Top of Dataset
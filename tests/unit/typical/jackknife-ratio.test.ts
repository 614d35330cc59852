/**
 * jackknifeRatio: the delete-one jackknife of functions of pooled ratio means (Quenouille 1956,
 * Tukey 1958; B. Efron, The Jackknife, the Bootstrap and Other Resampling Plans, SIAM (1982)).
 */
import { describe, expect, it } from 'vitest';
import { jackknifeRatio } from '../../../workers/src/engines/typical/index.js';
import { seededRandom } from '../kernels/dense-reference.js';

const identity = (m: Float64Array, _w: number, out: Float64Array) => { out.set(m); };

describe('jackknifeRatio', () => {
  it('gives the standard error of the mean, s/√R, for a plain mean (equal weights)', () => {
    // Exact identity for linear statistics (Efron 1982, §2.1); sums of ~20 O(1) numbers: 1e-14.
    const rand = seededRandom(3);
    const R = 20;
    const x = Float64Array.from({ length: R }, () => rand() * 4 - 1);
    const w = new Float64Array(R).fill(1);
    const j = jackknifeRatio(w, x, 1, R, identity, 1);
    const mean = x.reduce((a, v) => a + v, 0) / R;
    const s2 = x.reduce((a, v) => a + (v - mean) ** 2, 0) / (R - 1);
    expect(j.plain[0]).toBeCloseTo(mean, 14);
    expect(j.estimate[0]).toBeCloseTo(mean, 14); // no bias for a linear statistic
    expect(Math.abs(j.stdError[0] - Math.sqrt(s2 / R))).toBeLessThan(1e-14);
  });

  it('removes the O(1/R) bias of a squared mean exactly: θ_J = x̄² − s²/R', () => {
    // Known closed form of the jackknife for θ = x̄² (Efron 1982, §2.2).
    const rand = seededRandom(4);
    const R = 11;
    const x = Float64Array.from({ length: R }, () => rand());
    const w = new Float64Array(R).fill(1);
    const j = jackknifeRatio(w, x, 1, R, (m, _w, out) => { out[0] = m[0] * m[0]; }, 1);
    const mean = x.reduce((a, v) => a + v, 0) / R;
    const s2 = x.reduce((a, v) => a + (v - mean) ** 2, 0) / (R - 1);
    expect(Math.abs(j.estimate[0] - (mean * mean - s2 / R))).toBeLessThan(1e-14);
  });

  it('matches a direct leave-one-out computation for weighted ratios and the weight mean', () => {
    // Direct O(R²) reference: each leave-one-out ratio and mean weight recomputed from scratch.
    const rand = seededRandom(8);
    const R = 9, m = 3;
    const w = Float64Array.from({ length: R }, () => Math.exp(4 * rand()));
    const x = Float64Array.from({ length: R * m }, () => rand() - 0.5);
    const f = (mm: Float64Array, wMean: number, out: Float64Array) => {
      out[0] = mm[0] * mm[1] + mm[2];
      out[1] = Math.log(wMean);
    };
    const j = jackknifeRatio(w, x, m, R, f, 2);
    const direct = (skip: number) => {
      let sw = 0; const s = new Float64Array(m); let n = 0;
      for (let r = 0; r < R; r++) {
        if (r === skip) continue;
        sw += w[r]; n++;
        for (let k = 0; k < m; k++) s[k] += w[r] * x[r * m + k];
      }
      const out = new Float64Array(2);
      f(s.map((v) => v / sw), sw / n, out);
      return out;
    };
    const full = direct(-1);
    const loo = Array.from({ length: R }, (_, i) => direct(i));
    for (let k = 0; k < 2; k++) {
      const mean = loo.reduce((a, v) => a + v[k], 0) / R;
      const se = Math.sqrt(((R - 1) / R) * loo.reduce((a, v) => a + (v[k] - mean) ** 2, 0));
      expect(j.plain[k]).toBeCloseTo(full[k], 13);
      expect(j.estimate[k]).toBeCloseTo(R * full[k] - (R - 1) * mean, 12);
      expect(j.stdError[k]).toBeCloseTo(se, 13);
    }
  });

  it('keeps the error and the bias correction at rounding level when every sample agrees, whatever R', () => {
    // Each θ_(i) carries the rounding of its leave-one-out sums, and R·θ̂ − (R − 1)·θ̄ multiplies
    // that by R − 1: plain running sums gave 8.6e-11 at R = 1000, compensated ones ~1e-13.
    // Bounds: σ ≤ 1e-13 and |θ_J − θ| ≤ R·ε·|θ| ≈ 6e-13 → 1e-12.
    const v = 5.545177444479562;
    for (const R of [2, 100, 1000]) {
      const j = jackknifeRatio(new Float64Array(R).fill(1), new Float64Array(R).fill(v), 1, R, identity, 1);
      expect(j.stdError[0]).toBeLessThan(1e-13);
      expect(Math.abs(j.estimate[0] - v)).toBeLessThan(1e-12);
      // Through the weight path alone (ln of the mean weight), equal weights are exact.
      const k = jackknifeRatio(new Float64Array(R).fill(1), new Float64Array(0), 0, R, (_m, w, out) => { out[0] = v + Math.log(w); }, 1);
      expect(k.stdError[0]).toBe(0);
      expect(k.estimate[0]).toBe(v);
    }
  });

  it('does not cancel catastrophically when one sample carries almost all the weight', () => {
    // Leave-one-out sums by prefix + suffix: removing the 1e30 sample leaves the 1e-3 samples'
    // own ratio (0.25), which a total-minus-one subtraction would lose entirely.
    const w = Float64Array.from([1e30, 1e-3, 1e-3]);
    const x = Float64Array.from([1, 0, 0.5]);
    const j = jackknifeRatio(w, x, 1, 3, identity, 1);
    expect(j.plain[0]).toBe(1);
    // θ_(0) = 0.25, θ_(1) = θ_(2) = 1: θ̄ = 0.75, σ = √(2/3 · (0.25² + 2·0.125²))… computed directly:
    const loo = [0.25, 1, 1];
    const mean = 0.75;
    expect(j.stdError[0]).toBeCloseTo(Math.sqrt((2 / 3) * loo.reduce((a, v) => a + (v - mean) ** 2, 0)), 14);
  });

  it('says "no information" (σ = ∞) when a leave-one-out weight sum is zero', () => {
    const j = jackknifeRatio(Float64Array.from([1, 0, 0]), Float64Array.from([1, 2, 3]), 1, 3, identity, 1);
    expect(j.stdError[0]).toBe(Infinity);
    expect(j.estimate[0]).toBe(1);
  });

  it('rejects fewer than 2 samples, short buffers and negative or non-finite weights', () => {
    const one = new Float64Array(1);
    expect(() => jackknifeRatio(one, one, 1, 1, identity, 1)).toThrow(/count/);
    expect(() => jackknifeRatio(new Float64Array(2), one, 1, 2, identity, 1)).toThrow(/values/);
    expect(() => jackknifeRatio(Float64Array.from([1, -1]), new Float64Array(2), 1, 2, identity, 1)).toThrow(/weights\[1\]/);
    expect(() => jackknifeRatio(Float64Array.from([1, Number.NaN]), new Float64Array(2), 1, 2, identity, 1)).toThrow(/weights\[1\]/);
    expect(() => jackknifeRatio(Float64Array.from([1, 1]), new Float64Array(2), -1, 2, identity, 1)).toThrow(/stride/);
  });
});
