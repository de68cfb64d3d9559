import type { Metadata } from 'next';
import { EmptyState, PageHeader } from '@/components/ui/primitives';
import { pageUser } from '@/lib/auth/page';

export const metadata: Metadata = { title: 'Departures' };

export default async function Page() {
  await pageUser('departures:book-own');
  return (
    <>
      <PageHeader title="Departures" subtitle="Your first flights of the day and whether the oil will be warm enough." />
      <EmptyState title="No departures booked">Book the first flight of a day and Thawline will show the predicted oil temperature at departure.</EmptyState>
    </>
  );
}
Bottom of Dataset
Top of Dataset
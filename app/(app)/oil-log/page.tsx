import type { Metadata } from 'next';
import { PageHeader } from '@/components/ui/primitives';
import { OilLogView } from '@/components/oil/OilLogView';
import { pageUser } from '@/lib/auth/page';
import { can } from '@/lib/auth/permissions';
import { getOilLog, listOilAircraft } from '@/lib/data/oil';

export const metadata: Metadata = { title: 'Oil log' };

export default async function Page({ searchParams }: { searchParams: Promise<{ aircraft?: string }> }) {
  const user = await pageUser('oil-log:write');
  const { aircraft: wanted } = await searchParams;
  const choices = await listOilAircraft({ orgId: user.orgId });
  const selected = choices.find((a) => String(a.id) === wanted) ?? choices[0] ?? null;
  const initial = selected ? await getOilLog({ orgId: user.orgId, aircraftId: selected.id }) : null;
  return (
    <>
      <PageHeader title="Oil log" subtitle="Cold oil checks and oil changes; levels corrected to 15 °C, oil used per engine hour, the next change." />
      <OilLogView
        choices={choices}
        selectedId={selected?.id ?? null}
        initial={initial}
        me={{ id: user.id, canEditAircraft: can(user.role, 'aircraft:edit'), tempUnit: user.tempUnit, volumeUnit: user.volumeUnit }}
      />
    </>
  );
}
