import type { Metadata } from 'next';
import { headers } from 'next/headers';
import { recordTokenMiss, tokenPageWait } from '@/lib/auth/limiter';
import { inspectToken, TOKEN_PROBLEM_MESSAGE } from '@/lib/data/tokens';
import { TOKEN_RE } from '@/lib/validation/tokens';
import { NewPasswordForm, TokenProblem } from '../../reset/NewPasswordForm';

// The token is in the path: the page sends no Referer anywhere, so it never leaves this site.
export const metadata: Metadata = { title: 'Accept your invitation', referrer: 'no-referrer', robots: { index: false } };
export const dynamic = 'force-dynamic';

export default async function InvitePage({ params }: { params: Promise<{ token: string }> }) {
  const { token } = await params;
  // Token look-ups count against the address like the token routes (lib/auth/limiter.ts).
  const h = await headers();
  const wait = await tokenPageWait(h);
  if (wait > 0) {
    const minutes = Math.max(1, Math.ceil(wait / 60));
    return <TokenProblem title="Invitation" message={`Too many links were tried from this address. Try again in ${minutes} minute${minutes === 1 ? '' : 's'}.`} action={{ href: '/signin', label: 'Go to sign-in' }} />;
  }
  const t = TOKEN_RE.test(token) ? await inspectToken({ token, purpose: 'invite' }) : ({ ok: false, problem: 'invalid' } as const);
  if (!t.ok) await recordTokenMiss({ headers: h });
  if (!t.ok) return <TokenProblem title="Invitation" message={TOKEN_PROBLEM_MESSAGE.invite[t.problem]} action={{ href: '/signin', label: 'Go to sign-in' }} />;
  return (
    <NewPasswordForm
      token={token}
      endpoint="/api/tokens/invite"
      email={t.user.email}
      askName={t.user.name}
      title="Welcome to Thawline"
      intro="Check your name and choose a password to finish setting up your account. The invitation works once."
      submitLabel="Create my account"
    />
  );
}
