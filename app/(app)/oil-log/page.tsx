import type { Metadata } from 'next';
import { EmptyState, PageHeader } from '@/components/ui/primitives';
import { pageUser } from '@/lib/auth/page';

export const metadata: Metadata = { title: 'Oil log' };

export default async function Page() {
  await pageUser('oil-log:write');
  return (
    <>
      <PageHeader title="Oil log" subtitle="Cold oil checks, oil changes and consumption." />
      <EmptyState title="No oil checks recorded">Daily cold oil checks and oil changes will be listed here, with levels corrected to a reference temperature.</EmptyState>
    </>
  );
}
Bottom of Dataset
Top of Dataset
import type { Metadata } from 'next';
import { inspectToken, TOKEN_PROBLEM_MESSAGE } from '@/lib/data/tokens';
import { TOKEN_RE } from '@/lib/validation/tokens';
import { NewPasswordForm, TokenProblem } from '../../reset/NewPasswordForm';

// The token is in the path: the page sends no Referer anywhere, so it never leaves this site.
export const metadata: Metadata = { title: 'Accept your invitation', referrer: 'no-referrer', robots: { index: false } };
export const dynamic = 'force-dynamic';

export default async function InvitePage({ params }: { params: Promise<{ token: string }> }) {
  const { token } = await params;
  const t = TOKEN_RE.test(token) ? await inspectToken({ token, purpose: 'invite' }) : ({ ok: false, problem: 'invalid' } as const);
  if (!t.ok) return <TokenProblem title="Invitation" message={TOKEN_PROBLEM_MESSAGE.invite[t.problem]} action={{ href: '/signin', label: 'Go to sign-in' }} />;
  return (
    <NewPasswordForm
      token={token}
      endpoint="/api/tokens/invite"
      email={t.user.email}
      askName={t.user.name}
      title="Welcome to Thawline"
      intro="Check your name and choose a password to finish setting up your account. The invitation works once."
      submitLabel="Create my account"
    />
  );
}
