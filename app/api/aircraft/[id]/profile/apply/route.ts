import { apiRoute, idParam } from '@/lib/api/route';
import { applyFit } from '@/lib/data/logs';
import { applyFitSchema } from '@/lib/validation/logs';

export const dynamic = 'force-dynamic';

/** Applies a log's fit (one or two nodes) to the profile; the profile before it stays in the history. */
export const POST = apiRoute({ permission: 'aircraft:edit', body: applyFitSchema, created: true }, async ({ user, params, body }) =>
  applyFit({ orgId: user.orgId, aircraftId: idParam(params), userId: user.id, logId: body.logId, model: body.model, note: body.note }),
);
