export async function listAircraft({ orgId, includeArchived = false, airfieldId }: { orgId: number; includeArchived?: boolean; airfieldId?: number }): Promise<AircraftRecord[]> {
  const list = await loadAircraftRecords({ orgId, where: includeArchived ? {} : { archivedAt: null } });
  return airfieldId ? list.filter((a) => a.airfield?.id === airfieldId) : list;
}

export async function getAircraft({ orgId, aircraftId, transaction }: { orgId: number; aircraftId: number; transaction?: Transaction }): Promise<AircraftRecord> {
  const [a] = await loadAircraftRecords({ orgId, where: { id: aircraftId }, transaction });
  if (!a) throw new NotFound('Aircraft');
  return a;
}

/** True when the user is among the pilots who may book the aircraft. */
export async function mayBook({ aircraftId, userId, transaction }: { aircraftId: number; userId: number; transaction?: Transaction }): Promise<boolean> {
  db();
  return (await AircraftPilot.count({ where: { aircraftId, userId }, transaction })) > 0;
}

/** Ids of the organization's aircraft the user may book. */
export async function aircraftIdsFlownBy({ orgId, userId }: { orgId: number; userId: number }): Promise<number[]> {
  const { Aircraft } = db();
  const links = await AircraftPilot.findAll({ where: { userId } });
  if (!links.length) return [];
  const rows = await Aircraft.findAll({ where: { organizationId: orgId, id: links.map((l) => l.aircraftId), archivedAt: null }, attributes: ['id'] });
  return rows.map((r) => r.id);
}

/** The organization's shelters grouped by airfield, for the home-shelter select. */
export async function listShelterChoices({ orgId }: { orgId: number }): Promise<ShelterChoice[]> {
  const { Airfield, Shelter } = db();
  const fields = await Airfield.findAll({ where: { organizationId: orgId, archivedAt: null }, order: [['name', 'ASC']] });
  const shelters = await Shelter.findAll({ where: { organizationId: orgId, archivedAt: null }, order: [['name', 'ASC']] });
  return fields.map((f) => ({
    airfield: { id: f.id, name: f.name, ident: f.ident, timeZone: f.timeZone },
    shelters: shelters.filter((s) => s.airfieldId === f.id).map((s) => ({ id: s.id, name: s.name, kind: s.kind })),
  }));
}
Bottom of Dataset
What the task requires => Each line in the data that holds the string "filename" should be found and copied.

Reply to the exercise =>
filename tests/unit/typical/jackknife-ratio.test.ts
filename app/(app)/oil-log/page.tsx
filename app/(app)/oil-log/page.tsx
filename app/api/aircraft/[id]/profile/apply/route.ts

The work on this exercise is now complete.